LeetCode’s challenge of the day on June 15, 2020 (#700) asks us to search a **Binary Search Tree** and return the node where node.val equals the target value.

To understand why the search in a **Binary Search Tree** (BST) is so **highly efficient**, we first need to understand the **characteristics** of it. A **BST** consists of nodes that each contain either **one**, **two,** or **zero** children. A node that contains zero children is called a **Leaf**.

Each node's left child's value is smaller than the node's value, and the right node's value is larger than the node's value. The nodes on the left are smaller than the nodes on the right.

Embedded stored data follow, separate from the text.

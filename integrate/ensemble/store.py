"""The HDF5 file of an ensemble: laid out whole at the beginning, so that no kill can leave it torn.

Its datasets have their places before the first result is worked out, and results are
written straight to them. The structure of the file then never changes, and a chunk counts
as finished only with the checksum of what it holds.
"""

from __future__ import annotations

import zlib
from collections.abc import Sequence
from dataclasses import dataclass, field
from pathlib import Path
from typing import TYPE_CHECKING, Any

import numpy as np
from numpy.typing import NDArray

from steelyard.yields.errors import InputError
from steelyard.yields.units import plain

from ..files.labelled import Entry, attach, beside, label, put
from ..files.labelled import plain as plain_value
from ..provenance import attributes
from .summary import Summary, summarise

if TYPE_CHECKING:
    from ..plan import Plan

Array = NDArray[np.float64]

FORMAT = "steelyard ensemble"
FORMAT_VERSION = 1

#: the dimension scales of a file
SCALES = {
    "time": Entry(("time",), "yr", "age of the population"),
    "species": Entry(("species",), "1", "elements such as C, nuclides such as C12"),
    "parameter": Entry(("parameter",), "1", "free parameters; masses in Msun, times in yr"),
    "source": Entry(("source",), "1", "who ejects"),
}
_THETA = Entry(("member", "parameter"), "1", "values of the free parameters")
_CHECKSUM = Entry(("chunk",), "1", "CRC-32 of theta and yields of each chunk")
_FINISHED = Entry(("chunk",), "1", "1 where a chunk is written")

_MEND = "give a file that an ensemble was written to"

#: quantiles of a summary: the median, and the middle 68.3 and 95.4 % as of one and two standard deviations
LEVELS = (0.0228, 0.1587, 0.5, 0.8413, 0.9772)


@dataclass(frozen=True, eq=False)
class Ensemble:
    """Members of an ensemble in their file, read when they are asked for.

    Attributes
    ----------
    path : Path
    members, chunk : int
        How many, and how many were worked out at a time.
    free, species, sources : tuple of str
        Free parameters in the order of theta; sources are empty where they are summed.
    ages : ndarray, shape (t,)
        yr.
    digest : str
        Of the plan that made them.
    attributes : dict
        Where they come from: population as TOML, sets with checksums, policies, version.
    offsets : dict
        Where each dataset begins in the file, byte.
    """

    path: Path
    members: int
    chunk: int
    free: tuple[str, ...]
    species: tuple[str, ...]
    sources: tuple[str, ...]
    ages: Array
    digest: str
    attributes: dict[str, Any] = field(repr=False)
    offsets: dict[str, int] = field(repr=False)

    @property
    def shape(self) -> tuple[int, ...]:
        """Shape of one member: (t, species) or (sources, t, species)."""
        inner = (len(self.ages), len(self.species))
        return (len(self.sources), *inner) if self.sources else inner

    @property
    def chunks(self) -> int:
        """Number of chunks."""
        return -(-self.members // self.chunk)

    @property
    def theta(self) -> Array:
        """Free parameters of all members, shape (members, p), mapped from the file."""
        return self._mapped("theta", np.float64, (self.members, len(self.free)))

    @property
    def values(self) -> Array:
        """Results of all members, shape (members, *shape), Msun per Msun formed, mapped from the file."""
        return self._mapped("yields", np.float64, (self.members, *self.shape))

    @property
    def finished(self) -> NDArray[np.bool_]:
        """Which chunks are written, shape (chunks,)."""
        return self._mapped("finished", np.uint8, (self.chunks,)) == 1

    def rows(self, chunk: int) -> slice:
        """Return the members of a chunk."""
        return slice(chunk * self.chunk, min((chunk + 1) * self.chunk, self.members))

    def intact(self, chunk: int) -> bool:
        """Whether a chunk is written, and holds what was written."""
        if not self.finished[chunk]:
            return False
        rows = self.rows(chunk)
        checksum = self._mapped("checksum", np.uint32, (self.chunks,))[chunk]
        return bool(_crc(self.theta[rows], self.values[rows]) == checksum)

    def write(self, chunk: int, theta: Array, values: Array) -> None:
        """Write a chunk, then its checksum, then that it is finished."""
        first = self.rows(chunk).start
        width = int(np.prod(self.shape))
        theta, values = (np.ascontiguousarray(v, dtype="<f8") for v in (theta, values))
        with self.path.open("r+b", buffering=0) as file:
            for name, data, item, at in (
                ("theta", theta, 8 * len(self.free), first),
                ("yields", values, 8 * width, first),
                ("checksum", np.array([_crc(theta, values)], dtype="<u4"), 4, chunk),
                ("finished", np.array([1], dtype="u1"), 1, chunk),
            ):
                if data.nbytes:
                    file.seek(self.offsets[name] + at * item)
                    view = memoryview(data).cast("B")
                    while view:
                        view = view[file.write(view) :]

    def summary(self, levels: Sequence[float] = LEVELS, memory: Any = "256 MiB") -> Summary:
        """Summarise the members without holding them all.

        Parameters
        ----------
        levels : sequence of float
            Of the quantiles, between 0 and 1.
        memory : int or str
            Byte for the quantiles: as many columns as fit are gone through at once, so the file
            is read (members x columns x 8 / memory) times.

        Returns
        -------
        Summary
            The digits depend on the members and the chunk only.

        Raises
        ------
        InputError
            The ensemble isn't finished, or a level is outside 0 to 1.
        """
        levels = np.atleast_1d(plain(levels, "", "levels"))
        if np.any((levels < 0) | (levels > 1)):
            raise InputError("levels of quantiles are between 0 and 1", mend="such as (0.16, 0.5, 0.84)")
        if not self.finished.all():
            done = int(self.finished.sum())
            raise InputError(
                f"{done} of {self.chunks} chunks are finished", where=str(self.path), mend="run it again"
            )
        return summarise(self.values, self.chunk, levels.tolist(), plain(memory, "byte", "memory"))

    def _mapped(self, name: str, dtype: Any, shape: tuple[int, ...]) -> NDArray[Any]:
        if 0 in shape:
            return np.empty(shape, dtype)
        little = np.dtype(dtype).newbyteorder("<")
        return np.memmap(self.path, mode="r", dtype=little, offset=self.offsets[name], shape=shape)


def _crc(theta: Array, values: Array) -> int:
    return zlib.crc32(np.ascontiguousarray(values), zlib.crc32(np.ascontiguousarray(theta)))


def create(path: Path, plan: Plan, members: int, chunk: int, digest: str) -> None:
    """Lay out the file of an ensemble, whole or not at all.

    Raises
    ------
    InputError
        The file can't be written.
    """
    shape = (members, *plan.shape)
    chunks = -(-members // chunk)
    scales: dict[str, Any] = {"time": plan.ages, "species": plan.species, "parameter": plan.free}
    if plan.by_source:
        scales["source"] = plan.sources
    dims = ("member", *(("source",) if plan.by_source else ()), "time", "species")
    told = f"{plan.convention} yields up to an age, per Msun formed"
    room = {
        "theta": ((members, len(plan.free)), "<f8", _THETA),
        "yields": (shape, "<f8", Entry(dims, "Msun/Msun", told)),
        "checksum": ((chunks,), "<u4", _CHECKSUM),
        "finished": ((chunks,), "u1", _FINISHED),
    }
    with beside(path) as file:
        origin = attributes(plan.population.weigh(plan.ages)) | {
            "format": FORMAT,
            "format_version": FORMAT_VERSION,
            "convention": plan.convention,
            "digest": digest,
            "members": members,
            "chunk": chunk,
        }
        for name, value in origin.items():
            attach(file, name, value)
        for name, values in scales.items():
            if len(values):
                put(file, name, values, SCALES[name])
        file.create_dataset("at_start", data=plan(plan.start), track_times=False)
        for name, (size, dtype, entry) in room.items():
            label(_room(file, name, size, dtype, zeroed=name == "finished"), entry)


def _room(file: Any, name: str, shape: tuple[int, ...], dtype: str, zeroed: bool) -> Any:
    """A dataset in one stretch of the file, which is taken at once but not filled."""
    import h5py

    how = h5py.h5p.create(h5py.h5p.DATASET_CREATE)
    how.set_layout(h5py.h5d.CONTIGUOUS)
    how.set_alloc_time(h5py.h5d.ALLOC_TIME_EARLY)
    how.set_fill_time(h5py.h5d.FILL_TIME_ALLOC if zeroed else h5py.h5d.FILL_TIME_NEVER)
    how.set_obj_track_times(False)
    kind, space = h5py.h5t.py_create(np.dtype(dtype)), h5py.h5s.create_simple(shape)
    return h5py.Dataset(h5py.h5d.create(file.id, name.encode(), kind, space, how))


def open_ensemble(path: str | Path) -> Ensemble:
    """Open the file of an ensemble, finished or not.

    Parameters
    ----------
    path : str or Path

    Returns
    -------
    Ensemble

    Raises
    ------
    InputError
        There is no such file, or it is none of these.
    """
    return _opened(Path(path))[0]


def _opened(path: Path) -> tuple[Ensemble, Array]:
    """An ensemble, and its plan's result at its population's own values."""
    import h5py

    if not path.is_file():
        raise InputError("there is no such file", where=str(path), mend=_MEND)
    try:
        with h5py.File(path, "r") as file:
            held = {name: plain_value(value) for name, value in file.attrs.items()}
            if held.pop("format", None) != FORMAT:
                raise InputError("this HDF5 file holds no ensemble", where=str(path), mend=_MEND)
            version = held.pop("format_version")
            if version != FORMAT_VERSION:
                raise InputError(
                    f"format_version is {version!r}, not {FORMAT_VERSION}",
                    where=str(path),
                    mend="read it with the version of steelyard that wrote it",
                )
            names = {
                name: plain_value(file[name][()]) if name in file else ()
                for name in ("parameter", "species", "source")
            }
            offsets = {
                name: file[name].id.get_offset() or 0 for name in ("theta", "yields", "checksum", "finished")
            }
            opened = Ensemble(
                path=path,
                members=held.pop("members"),
                chunk=held.pop("chunk"),
                free=names["parameter"],
                species=names["species"],
                sources=names["source"],
                ages=file["time"][()],
                digest=held.pop("digest"),
                attributes=held,
                offsets=offsets,
            )
            return opened, file["at_start"][()]
    except InputError:
        raise
    except (OSError, KeyError, ValueError, TypeError, RuntimeError) as error:
        raise InputError(f"the file can't be read: {str(error)[:200]}", where=str(path), mend=_MEND) from None


def opened_for(path: Path, plan: Plan, members: int, chunk: int | None, digest: str) -> Ensemble:
    """Open the file of an ensemble begun earlier, and refuse it if it is another one's.

    Raises
    ------
    InputError
        It was made by another plan, of another number of members, or in other chunks.
    """
    found, at_start = _opened(path)
    mend = "name another file, or remove this one"
    if found.digest != digest or not np.allclose(at_start, plan(plan.start), rtol=1e-10, atol=0):
        raise InputError("the file was made by another plan", where=str(path), mend=mend)
    if found.members != members:
        raise InputError(f"the file has {found.members} members, not {members}", where=str(path), mend=mend)
    if chunk is not None and found.chunk != chunk:
        raise InputError(
            f"the file is in chunks of {found.chunk}, not {chunk}",
            where=str(path),
            mend=f"leave chunk out, or {mend}",
        )
    return found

This means that if we're searching for `target: Int = 70`

on a BST with `root.value = 50`

, we know that the range of the right side of the tree is `range(50, Int.max)`

and therefore we can eliminate the whole left side of the tree. Once we dig further into the tree, we can eliminate huge chunks until we find the node or leaf that is `70`

, or, when we've found that the value doesn't exist.

If `node.val != target`

, while also `node.left > target`

&& `node.right < target`

, then we know that the** target doesn't exist** in the Binary Search Tree.

```
func searchBST(_ root: TreeNode?, _ val: Int) -> TreeNode? {
/**
Without a root, nothing to find.
This is the exist condition of our recursion.
*/
guard let node = root else {
return nil
}
/**
First we need to check if the
node.val is the target value.
*/
if node.val == val {
return node
/**
Next we need to check if the target value is larger
or smaller than node's.val...
*/
} else if node.val > val {
// ... and continue down the recursion ...
return searchBST(node.left, val)
} else {
// ... and pass the proper sub tree.
return searchBST(node.right, val)
}
}
```

### Binary Search

The explained characteristics of a Binary Search Tree make searching it so highly efficient. The time complexity is `O(log n)`

because with every iteration, we're able to cut the work load in half (because we're fully eliminating one side of the sub tree).

Due to the nature of how data in a BST is stored, the search is logically the same approach as **binary searching** an array–and equally as efficient.